- Given data -

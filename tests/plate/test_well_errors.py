"""A well that fails unexpectedly stores an error written for people, never a raw exception representation."""

from __future__ import annotations

import numpy as np

from nmrcheck.io.writers import write_bruker_fid
from nmrcheck.plate import read_manifest
from nmrcheck.plate.screen import ScreenOptions, screen_well
from nmrcheck.synth import Line, simulate_fid


def test_unexpected_failure_is_stored_in_words(tmp_path, monkeypatch):
    write_bruker_fid(simulate_fid([Line(1.2, 3.0)], points=4096, noise=0.001), tmp_path / "fids" / "A1")
    (tmp_path / "manifest.csv").write_text("well,spectrum\nA1,fids/{well}\n", encoding="utf-8")
    plate = read_manifest(tmp_path / "manifest.csv")
    import nmrcheck.processing as processing

    def singular(*args, **kwargs):
        raise np.linalg.LinAlgError("Singular matrix")

    monkeypatch.setattr(processing, "process", singular)
    result = screen_well(plate.wells[0], plate.directory, ScreenOptions())
    assert result.status == "error"
    assert result.error == "internal error (a matrix computation did not converge): Singular matrix"


def test_unreadable_well_names_the_problem(tmp_path):
    d = tmp_path / "fids" / "A1"
    write_bruker_fid(simulate_fid([Line(1.2, 3.0)], points=4096, noise=0.001), d)
    (d / "fid").write_bytes(bytes((d / "fid").stat().st_size))
    (tmp_path / "manifest.csv").write_text("well,spectrum\nA1,fids/{well}\n", encoding="utf-8")
    plate = read_manifest(tmp_path / "manifest.csv")
    result = screen_well(plate.wells[0], plate.directory, ScreenOptions())
    assert result.status == "unreadable" and "the fid holds only zeros" in result.error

- Prompt -
Please copy exactly the lines from the first line of the records above through the line containing "from nmrcheck.synth import Line, simulate_fid", including both, and nothing more.

- Reply to the exercise -
filename tests/plate/test_well_errors.py
"""A well that fails unexpectedly stores an error written for people, never a raw exception representation."""

from __future__ import annotations

import numpy as np

from nmrcheck.io.writers import write_bruker_fid
from nmrcheck.plate import read_manifest
from nmrcheck.plate.screen import ScreenOptions, screen_well
from nmrcheck.synth import Line, simulate_fid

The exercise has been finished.